I'm not sure who would not understand the course material but love doing the homework...especially when they don't understand what is going on :tongue:


----------



## Angelic Gardevoir (Oct 7, 2010)

Fizz said:


> I'm not sure who would not understand the course material but love doing the homework...especially when they don't understand what is going on :tongue:


 I said _don't mind_ not _love_. :laughing:


----------



## Fizz (Nov 13, 2010)

Angelic Gardevoir said:


> I said _don't mind_ not _love_. :laughing:


Even then, if I don't know what's going on, it will be difficult. I always wait until the last minute to do my work, still get good grades.


----------



## Angelic Gardevoir (Oct 7, 2010)

Well, not understanding the work and hating to do the work would both be impediments to doing the required work. I'm just trying to point out possible differences between intuitives and sensors. Perhaps this should be rephrased: Do intuitives and sensors hate homework for different reasons? :tongue:


----------



## Alaya (Nov 11, 2009)

What's the point of going to school if you don't like the application of what you're actually studying? Homework is supposed to be taking what you learn and applying it to a piece of paper.

dun dun dun


----------



## Angelic Gardevoir (Oct 7, 2010)

Iconoclastic Visionary said:


> What's the point of going to school if you don't like the application of what you're actually studying? Homework is supposed to be taking what you learn and applying it to a piece of paper.
> 
> dun dun dun


I think that was exactly the point I was trying to get across. Sensors supposedly have no trouble applying their knowledge, while intuitives do.

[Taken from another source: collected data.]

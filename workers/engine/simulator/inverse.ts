/** From a motion to what perfect instruments record of it: truth and IMU samples. */
import { wrapAngle } from '../geodesy';
import { EngineError, type ImuColumns, type ImuSampling, type ReferenceColumns } from '../types';
import { bodyMotion, newBodyMotion } from './body-motion';
import { newKinematics, type Motion } from './motion';

/** Local names: a global looked up in each call costs more than the call. */
const { abs, ceil, max, min } = Math;

export interface Place {
  latRad: number;
  lonRad: number;
  heightM: number;
}

export interface PerfectRecording {
  imu: ImuColumns;
  truth: ReferenceColumns;
}

/** Beyond this the local-level axes turn too fast to be of use. */
const LATITUDE_LIMIT = (89.5 * Math.PI) / 180;

/**
 * Truth at each of `timeS` (s, increasing; the place holds at the first), and the IMU samples that belong to the
 * intervals ending there: ∫ω dt and ∫f dt in body axes by four-point Gauss–Legendre quadrature over panels shorter than
 * a sixth of the period of the motion's highest frequency. The first sample's interval is as long as the second's.
 * @throws EngineError 'latitude' when the track leaves ±89.5°.
 */
export function inverseMechanisation(
  motion: Motion,
  start: Place,
  timeS: Float64Array,
  sampling: ImuSampling = 'mean-rate',
): PerfectRecording {
  const walker = new TrackWalker(motion, start, timeS[0]!);
  const n = timeS.length;
  const imu = emptyImu(timeS, sampling);
  const truth = emptyReference(timeS);
  const sums = walker.sums;
  const first = n > 1 ? timeS[1]! - timeS[0]! : 1;
  for (let k = 0; k < n; k += 1) {
    if (k === 0) walker.integrateBackwards(first);
    else walker.advanceTo(timeS[k]!);
    const interval = k === 0 ? first : timeS[k]! - timeS[k - 1]!;
    const scale = sampling === 'mean-rate' ? 1 / interval : 1;
    for (let axis = 0; axis < 3; axis += 1) {
      imu.gyro[axis]![k] = sums[axis]! * scale;
      imu.accel[axis]![k] = sums[3 + axis]! * scale;
    }
    if (sampling === 'instantaneous') walker.instant(imu, k);
    walker.writeTruth(truth, k);
  }
  return { imu, truth };
}

/** Follows a motion over the Earth: the place by quadrature of its velocity, body increments on the way. */
export class TrackWalker {
  lat: number;
  lon: number;
  height: number;
  /** ∫ω (rad) and ∫f (m/s) over the last interval. */
  readonly sums = new Float64Array(6);
  readonly kinematics = newKinematics();
  private readonly body = newBodyMotion();
  private readonly panelS: number;

  constructor(
    private readonly motion: Motion,
    start: Place,
    public t: number,
  ) {
    this.lat = start.latRad;
    this.lon = start.lonRad;
    this.height = start.heightM;
    this.panelS = min(0.15 / motion.bandwidthHz, 0.05);
  }

  /** Moves to `t`, leaving the increments since the last call in `sums`. */
  advanceTo(t: number): void {
    this.sums.fill(0);
    const span = t - this.t;
    const panels = max(1, ceil(span / this.panelS - 1e-9));
    for (let i = 0; i < panels; i += 1) {
      const from = this.t;
      const to = i === panels - 1 ? t : from + span / panels;
      this.panel(from, to - from);
      this.t = to;
    }
    if (abs(this.lat) > LATITUDE_LIMIT)
      throw new EngineError(
        'latitude',
        'The simulated track leaves ±89.5° of latitude. Start it farther from the pole or make it shorter.',
      );
    this.motion.evaluate(t, this.kinematics);
  }

  /** Increments over the interval of length `spanS` that ends here; the place stays. */
  integrateBackwards(spanS: number): void {
    const { t, lat, lon, height } = this;
    // The place at the interval's start by one step back, then forward again.
    this.motion.evaluate(t, this.kinematics);
    bodyMotion(this.kinematics, lat, height, this.body);
    this.lat = lat - this.body.latRate * spanS;
    this.lon = lon - this.body.lonRate * spanS;
    this.height = height - this.body.heightRate * spanS;
    this.t = t - spanS;
    this.advanceTo(t);
    this.lat = lat;
    this.lon = lon;
    this.height = height;
  }

  /** Rate and force at this instant, as sample k. */
  instant(imu: ImuColumns, k: number): void {
    const b = this.here();
    imu.gyro[0][k] = b.wx;
    imu.gyro[1][k] = b.wy;
    imu.gyro[2][k] = b.wz;
    imu.accel[0][k] = b.fx;
    imu.accel[1][k] = b.fy;
    imu.accel[2][k] = b.fz;
  }

  /** Rates and forces at this instant. */
  here() {
    return bodyMotion(this.kinematics, this.lat, this.height, this.body);
  }

  writeTruth(truth: ReferenceColumns, k: number): void {
    const m = this.kinematics;
    truth.latRad[k] = this.lat;
    truth.lonRad[k] = wrapAngle(this.lon);
    truth.heightM[k] = this.height;
    truth.velocityNed[0][k] = m.vn;
    truth.velocityNed[1][k] = m.ve;
    truth.velocityNed[2][k] = m.vd;
    truth.attitude[0][k] = m.roll;
    truth.attitude[1][k] = m.pitch;
    truth.attitude[2][k] = wrapAngle(m.yaw);
  }

  private panel(from: number, length: number): void {
    const { kinematics, body, sums } = this;
    this.motion.evaluate(from, kinematics);
    bodyMotion(kinematics, this.lat, this.height, body);
    // Inside a panel the place enters gravity and curvature alone: a straight line is good to 1e-13 of either.
    const latRate = body.latRate;
    const heightRate = body.heightRate;
    const heightCurve = -kinematics.ad;
    let dLat = 0;
    let dLon = 0;
    let dHeight = 0;
    for (let i = 0; i < 4; i += 1) {
      const since = length * NODES[i]!;
      const w = length * WEIGHTS[i]!;
      this.motion.evaluate(from + since, kinematics);
      const height = this.height + since * (heightRate + (since / 2) * heightCurve);
      bodyMotion(kinematics, this.lat + latRate * since, height, body);
      sums[0]! += w * body.wx;
      sums[1]! += w * body.wy;
      sums[2]! += w * body.wz;
      sums[3]! += w * body.fx;
      sums[4]! += w * body.fy;
      sums[5]! += w * body.fz;
      dLat += w * body.latRate;
      dLon += w * body.lonRate;
      dHeight += w * body.heightRate;
    }
    this.lat += dLat;
    this.lon += dLon;
    this.height += dHeight;
  }
}

/** Four-point Gauss–Legendre on [0, 1]. */
const NODES = [0.06943184420297371, 0.33000947820757187, 0.6699905217924281, 0.9305681557970263];
const WEIGHTS = [0.17392742256872692, 0.32607257743127307, 0.32607257743127307, 0.17392742256872692];

const triple = (n: number) => [new Float64Array(n), new Float64Array(n), new Float64Array(n)] as const;

function emptyImu(timeS: Float64Array, sampling: ImuSampling): ImuColumns {
  return { timeS, gyro: triple(timeS.length), accel: triple(timeS.length), sampling };
}

/** Reference columns over the given times, not filled yet. */
export function emptyReference(timeS: Float64Array): ReferenceColumns {
  const n = timeS.length;
  return {
    timeS,
    latRad: new Float64Array(n),
    lonRad: new Float64Array(n),
    heightM: new Float64Array(n),
    velocityNed: triple(n),
    attitude: triple(n),
  };
}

Of course, maybe that applying is usually not in the the form of schoolwork when sensors apply stuff. Maybe schoolwork is just that irritating. :tongue:


----------



## Fizz (Nov 13, 2010)

Homework interrupts my life. I have a lot of shit that I'm doing (that's a lie) but it impedes my time.


----------



## Alaya (Nov 11, 2009)

Angelic Gardevoir said:


> I think that was exactly the point I was trying to get across. Sensors supposedly have no trouble applying their knowledge, while intuitives do.
> 
> Of course, maybe that applying is usually not in the the form of schoolwork when sensors apply stuff. Maybe schoolwork is just that irritating. :tongue:


Well one thing that you have to keep in mind is that schools do not teach you to become more knowledgeable and educated (although they may claim they do), they teach you to become a worker when you get out of college. Therefore, your real focus when going to school is how can my major be of any use to a career?, rather than, how can my major be of any use to may passion and interest?

Some few people are able to combine passion with a career, but most of us have to resign in getting a major extremely constricting with the hopes of finding a suitable job for it once we graduate.


----------



## kittychris07 (Jun 15, 2010)

As a sensor, I sometimes have trouble understanding abstract concepts. But I am good with classes that require much attention to detail. Papers are a pain in the ass too, but only because I have perfectionistic standards most of the time. I am not always a fan of homework--depends on whether the subject holds my interest. Tax, for example, is a royal pain in the ass. 

Technically, I won't always say that I am the best at applying what I have learned, if applying what I learned is taken to mean the ability to apply knowledge to new types of problems I have never scene before. I will usually try familiar approaches, but these don't always work. But then again, maybe I am too hard on myself.


----------



## themartyparade (Nov 7, 2010)

I'm a sensor and if it's a subject I'm interested in, I don't mind doing homework 'cause I know it'll be quick and easy.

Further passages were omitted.